Falcon Heavy launches heaviest commercial communications satellite yet

Falcon Heavy streaks towards orbit in this long exposure as the side boosters perform entry and landing burns before touching down at Cape Canaveral. Image: Michael Cain/Spaceflight Now.

SpaceX launched the world’s heaviest commercial communications satellite atop a Falcon Heavy rocket on Friday. The triple-core rocket lifted off from Kennedy Space Center’s pad 39A with the Jupiter 3/EchoStar 24 satellite at 11:04 p.m. EDT (0304 UTC Saturday).

The successful launch came after a scrub on Wednesday and a 48-hour delay to replace a stuck liquid oxygen valve on the rocket’s port-side booster. After a week of stormy conditions on the Florida Space Coast the weather improved and the rocket lifted off in calm conditions, with just a thin layer of cloud in the sky.

It was the seventh mission for the Falcon Heavy and the third flight of the rocket this year. The Falcon Heavy’s twin side boosters, which have made two previous flights, returned to SpaceX’s Landing Zones 1 & 2 punching through a thin layer of cloud and announcing their arrival with sonic booms. The rocket’s core stage required all its capacity to loft the giant satellite into a geostationary transfer orbit and was not recovered.

A remote camera close-up of the 27 Merlin first stage engines powering the Falcon Heavy off the launch pad. Image: Michael Cain/Spaceflight Now.

The Jupiter 3/EchoStar 24 satellite, housed inside the rocket’s payload fairing, was the heaviest commercial communications satellite ever launched. The 9-metric-ton satellite will expand reach of the HughesNet satellite internet service to nearly 80 percent of the population across the Americas. It features 300 spot beams to target coverage and has 500 Gbps of capacity.

The Falcon Heavy upper stage performed three burns to place the satellite into a geostationary transfer orbit. Spacecraft deployment occurred about three and a half hours after launch.

Sharyn Nerenberg, the vice president of corporate communications at EchoStar, said following launch, Jupiter 3 will go through the process of orbit raising and testing as it arrives in its orbital slot of 95 degrees West longitude. It will take the place of EchoStar’s Spaceway 3 satellite, which launched back on Aug. 14, 2007.

“The Hughes’ Jupiter fleet of satellites is actually the largest Ka-band fleet across the Americas,” Nerenberg said. “It’s comprised of the Jupiter 1 satellite, the Jupiter 2 satellite, three hosted payloads over Latin America and soon, the Jupiter 3 satellite.”

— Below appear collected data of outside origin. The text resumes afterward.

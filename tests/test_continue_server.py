"""The prompt path end to end on a real ``keepset serve`` on 127.0.0.1: plain and streamed
continuations read with a real HTTP client, a disconnect that stops the model, and a broken
model folder that keeps readiness at 503 with the reason."""

from __future__ import annotations

import asyncio
import json
import subprocess
import sys
import time
from collections.abc import Iterator
from concurrent.futures import ThreadPoolExecutor
from pathlib import Path
from typing import Any

import httpx
import pytest
from conftest import Server, auth, start_server, stop_server

from service.client import AsyncClient, Client, KeepsetError

# A policy that never ends on its own: the end token is banned and there is no stop text, so
# only the budget (or a client that goes away) ends a continuation.
LONG_TAKE_BUDGET = 60_000
LONG_TAKE = f"""\
name: long-take
version: 1
owner: test-rig
summary: Never ends by itself; for the disconnect test.
chain:
  - ban: [0]
  - temperature: 1.0
min_keep: 1
fallback: greedy
budget: {LONG_TAKE_BUDGET}
stop: []
expect:
  kept_median_min: 1
"""


def sse_events(lines: Iterator[str]) -> Iterator[tuple[str, dict[str, Any]]]:
    """Parse Server-Sent Events (event + one data line each, blank line between)."""
    event, data = "message", ""
    for line in lines:
        if line.startswith("event: "):
            event = line[len("event: ") :]
        elif line.startswith("data: "):
            data = line[len("data: ") :]
        elif not line and data:
            yield event, json.loads(data)
            event, data = "message", ""


def rows_total(server: Server, policy: str) -> float:
    text = httpx.get(f"{server.base_url}/metrics", timeout=5).text
    return sum(
        float(line.rsplit(" ", 1)[1])
        for line in text.splitlines()
        if line.startswith("keepset_rows_total{") and f'policy="{policy}"' in line
    )


def settled_rows(server: Server, before: float, deadline: float) -> float:
    """Rows long-take served since ``before``, once the count stops growing. The server counts
    a continuation's steps when it has ended, so the count is 0 while the model still runs."""
    counted = -1.0
    while time.monotonic() < deadline:
        time.sleep(0.5)
        now = rows_total(server, "long-take") - before
        if now == counted and now > 0:
            break
        counted = now
    return counted


def route_usher_desk_to_long_take(registry: Path) -> None:
    """Publish long-take@1 in ``registry`` and route usher-desk to it."""
    (registry / "long-take").mkdir()
    (registry / "long-take" / "1.yaml").write_text(LONG_TAKE)
    publish = [sys.executable, "-m", "service.cli", "policy", "publish", str(registry)]
    subprocess.run([*publish, "long-take"], check=True, capture_output=True)
    routes = (registry / "routes.yaml").read_text()
    (registry / "routes.yaml").write_text(routes.replace("box-office@1", "long-take@1"))


@pytest.fixture
def long_take_server(registry: Path) -> Iterator[Server]:
    route_usher_desk_to_long_take(registry)
    running = start_server(registry, workers=2)
    yield running
    stop_server(running)


def test_plain_and_streamed_continuations(long_take_server: Server) -> None:
    url = f"{long_take_server.base_url}/v1/continue"
    body = {"prompt": "Enter the porter, with a lantern.", "seed": 4, "budget": 40}
    plain = httpx.post(url, json=body, headers=auth("usher-desk"), timeout=30)
    assert plain.status_code == 200, plain.text
    answer = plain.json()
    assert answer["policy"] == "long-take" and answer["finish"] == "budget"
    assert len(answer["tokens"]) == 40 and answer["text"]
    with httpx.stream(
        "POST", url, json={**body, "stream": True}, headers=auth("usher-desk"), timeout=30
    ) as r:
        assert r.status_code == 200
        assert r.headers["content-type"].startswith("text/event-stream")
        events = list(sse_events(r.iter_lines()))
    assert [e for e, _ in events] == ["start"] + ["step"] * 40 + ["done"]
    done = events[-1][1]
    assert done["tokens"] == answer["tokens"] and done["text"] == answer["text"]
    assert "".join(d["text"] for e, d in events if e == "step") == answer["text"]


def test_concurrent_continuations_replay_exactly(long_take_server: Server) -> None:
    """Six continuations at once share the workers' model sessions; each must equal the same
    request made alone (nothing leaks between concurrent decode loops)."""
    url = f"{long_take_server.base_url}/v1/continue"

    def ask(seed: int) -> list[int]:
        body = {"prompt": "Enter two watchmen, with a lantern.", "seed": seed, "budget": 48}
        r = httpx.post(url, json=body, headers=auth("usher-desk"), timeout=60)
        assert r.status_code == 200, r.text
        tokens: list[int] = r.json()["tokens"]
        return tokens

    with ThreadPoolExecutor(6) as pool:
        together = list(pool.map(ask, range(6)))
    alone = [ask(seed) for seed in range(6)]
    assert together == alone
    assert len({tuple(t) for t in alone}) == 6  # temperature 1: different seeds, different text


def test_python_client_continues_and_streams(long_take_server: Server) -> None:
    base = long_take_server.base_url
    with Client(base, key="demo-usher-desk-key", timeout=30) as client:
        reply = client.continue_prompt("Enter the porter.", seed=9, budget=20)
        assert reply.policy == "long-take" and len(reply.steps) == 20 == len(reply.tokens)
        streamed = list(client.stream_prompt("Enter the porter.", seed=9, budget=20))
        assert [s.token for s in streamed] == reply.tokens
        assert "".join(s.text for s in streamed) == reply.text
        with pytest.raises(KeepsetError) as refused:
            client.continue_prompt("word " * 400)
        assert refused.value.status == 413

    async def from_asyncio() -> tuple[list[int], list[int]]:
        async with AsyncClient(base, key="demo-usher-desk-key", timeout=30) as client:
            plain = await client.continue_prompt("Enter the porter.", seed=9, budget=20)
            steps = [
                s.token async for s in client.stream_prompt("Enter the porter.", seed=9, budget=20)
            ]
            return plain.tokens, steps

    plain_tokens, streamed_tokens = asyncio.run(from_asyncio())
    assert plain_tokens == streamed_tokens == reply.tokens


def test_a_client_that_goes_away_stops_the_generation(long_take_server: Server) -> None:
    url = f"{long_take_server.base_url}/v1/continue"
    body = {"prompt": "Thunder. Enter three watchmen.", "stream": True}
    before = rows_total(long_take_server, "long-take")
    with httpx.stream("POST", url, json=body, headers=auth("usher-desk"), timeout=30) as r:
        steps = 0
        for event, _ in sse_events(r.iter_lines()):
            steps += event == "step"
            if steps == 3:
                break  # leaving the block closes the connection mid-stream
    # It stopped far short of the budget (tens of seconds of work, which would not even have
    # ended, and so not been counted, within the deadline).
    counted = settled_rows(long_take_server, before, deadline=time.monotonic() + 10)
    assert 3 <= counted < LONG_TAKE_BUDGET // 10, counted


def test_a_plain_request_whose_client_goes_away_stops_too(long_take_server: Server) -> None:
    url = f"{long_take_server.base_url}/v1/continue"
    before = rows_total(long_take_server, "long-take")
    started = time.monotonic()
    with pytest.raises(httpx.ReadTimeout):  # the client gives up and closes the connection
        httpx.post(url, json={"prompt": "Alarum within."}, headers=auth("usher-desk"), timeout=0.5)
    counted = settled_rows(long_take_server, before, deadline=started + 10)
    # About half a second of work, not the budget (tens of seconds).
    assert 1 <= counted < LONG_TAKE_BUDGET // 10, counted
    text = httpx.get(f"{long_take_server.base_url}/metrics", timeout=5).text
    assert 'code="499",endpoint="/v1/continue"' in text


def test_broken_model_folder_keeps_readiness_at_503(registry: Path, tmp_path: Path) -> None:
    empty = tmp_path / "no-model-here"
    empty.mkdir()
    server = start_server(registry, workers=1, wait_ready=False, KEEPSET_MODEL=str(empty))
    try:
        deadline = time.monotonic() + 20
        while True:
            ready = httpx.get(f"{server.base_url}/readyz", timeout=5)
            if "loading" not in ready.text or time.monotonic() > deadline:
                break
            time.sleep(0.1)
        assert ready.status_code == 503
        assert ready.headers["content-type"].startswith("application/problem+json")
        assert "model not loaded" in ready.json()["detail"]
        assert "missing model.onnx, tokenizer.json, model.json" in ready.json()["detail"]
        continued = httpx.post(
            f"{server.base_url}/v1/continue",
            json={"prompt": "x"},
            headers=auth("usher-desk"),
            timeout=5,
        )
        assert continued.status_code == 503
        assert "model.onnx" in server.log_text()  # the operator sees why in the log too
    finally:
        stop_server(server)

EchoStar was relying on the Falcon Heavy for this launch because it needs the capability of a heavy lift rocket for such a massive satellite. The previous Jupiter missions used Arianespace’s Ariane 5 in 2012 and ULA’s Atlas V rocket in 2016.

Deployment of the Jupiter 3/EchoStar 24 satellite into a geostationary transfer orbit from the Falcon Heavy upper stage occurred at T+3 hours 29 minutes into flight. Image: SpaceX.

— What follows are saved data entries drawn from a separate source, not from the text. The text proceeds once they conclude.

"""The Prometheus rules in deploy/prometheus: promtool accepts them, their unit tests pass, every
alert is tested both firing and silent, and they read only metrics keepset really exports."""

from __future__ import annotations

import re
import shutil
import subprocess
from pathlib import Path
from typing import Any

import pytest
import yaml
from test_dashboard import exported_sample_names, promql_metric_names

ROOT = Path(__file__).resolve().parents[1]
RULES = ROOT / "deploy" / "prometheus" / "keepset-rules.yml"
RULE_TESTS = ROOT / "deploy" / "prometheus" / "tests" / "keepset-rules.test.yml"
INSTALL = "deploy/prometheus/install-prometheus.sh"
SEVERITIES = {"page", "ticket", "info"}
# level:metric:operations, with keepset's prefix on the metric part.
RECORD_NAME = re.compile(r"[a-z]+(?:_[a-z]+)*:keepset_[a-z0-9_]+:[a-z0-9_]+")


def promtool() -> str:
    path = shutil.which("promtool")
    if path is None:
        # CI installs it; a skip here would let the rules go unchecked without anyone noticing.
        pytest.fail(f"promtool is not installed; run {INSTALL} (it uses apt-get)")
    return path


def run_promtool(*args: str) -> subprocess.CompletedProcess[str]:
    return subprocess.run(
        [promtool(), *args], capture_output=True, text=True, timeout=120, cwd=ROOT
    )


def rule_groups() -> list[dict[str, Any]]:
    groups: list[dict[str, Any]] = yaml.safe_load(RULES.read_text())["groups"]
    return groups


def alerts() -> list[dict[str, Any]]:
    return [rule for group in rule_groups() for rule in group["rules"] if "alert" in rule]


def test_promtool_accepts_the_rules() -> None:
    done = run_promtool("check", "rules", str(RULES))
    assert done.returncode == 0, done.stdout + done.stderr
    count = sum(len(group["rules"]) for group in rule_groups())
    assert f"SUCCESS: {count} rules found" in done.stdout, done.stdout


def test_rule_unit_tests_pass() -> None:
    done = run_promtool("test", "rules", str(RULE_TESTS))
    assert done.returncode == 0, done.stdout + done.stderr
    assert "SUCCESS" in done.stdout, done.stdout


def test_unit_tests_cover_every_alert_firing_and_silent() -> None:
    spec = yaml.safe_load(RULE_TESTS.read_text())
    assert [(RULE_TESTS.parent / f).resolve() for f in spec["rule_files"]] == [RULES.resolve()]
    firing: set[str] = set()
    silent: set[str] = set()
    for case in spec["tests"]:
        for check in case.get("alert_rule_test", []):
            (firing if check.get("exp_alerts") else silent).add(check["alertname"])
    names = {alert["alert"] for alert in alerts()}
    assert names, "no alerts in the rules file"
    assert names - firing == set(), "alerts never tested firing"
    assert names - silent == set(), "alerts never tested silent"
    assert (firing | silent) - names == set(), "tests of alerts that do not exist"


def test_alerts_carry_severity_summary_and_description() -> None:
    for alert in alerts():
        assert alert["alert"].startswith("Keepset"), alert["alert"]
        assert alert["labels"]["severity"] in SEVERITIES, alert["alert"]
        annotations = alert["annotations"]
        assert annotations["summary"].strip(), alert["alert"]
        assert "Check first" in annotations["description"], alert["alert"]


def test_rules_read_exported_metrics_and_earlier_records() -> None:
    exported = exported_sample_names()
    # A recording rule that reads one recorded later in its own group sees the previous
    # evaluation's value, so every record must be defined before it is used.
    defined: set[str] = set()
    problems: list[str] = []
    for group in rule_groups():
        for rule in group["rules"]:
            name = rule.get("record") or rule["alert"]
            for metric in promql_metric_names(rule["expr"]):
                if ":" in metric and metric not in defined:
                    problems.append(f"{name}: {metric} is not recorded before this rule")
                if ":" not in metric and metric not in exported:
                    problems.append(f"{name}: keepset does not export {metric}")
            if "record" in rule:
                assert RECORD_NAME.fullmatch(rule["record"]), rule["record"]
                assert rule["record"] not in defined, f"{rule['record']} recorded twice"
                defined.add(rule["record"])
    assert not problems, "\n".join(problems)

Nerenberg said launching to geostationary orbit allows them to reach more people with fewer satellites.

“A geostationary satellite is proven, it’s time-tested and they’re great at laying down dense broadband capacity right where our customers need it the most,” Nerenburg said. “And so, Jupiter 3 was designed to do exactly that. It was custom designed to lay down the most capacity possible where we know our customers really need it.”

She said the improved broadband connectivity is designed to help those in rural areas of the Americas.

“Additionally, Jupiter 3 is going to be great for cellular backhaul for mobile network operators, helping them extend reach to more people beyond where their terrestrial towers can reach,” Nerenberg said. “It’s also going to be used for aeronautical connectivity, for WiFi in the sky for airplanes traveling across North and South America. They’ll be able to have higher speeds in flight.”

Service using Jupiter 3 is expected to begin this fall in the fourth quarter of 2023, according toe Nerenberg.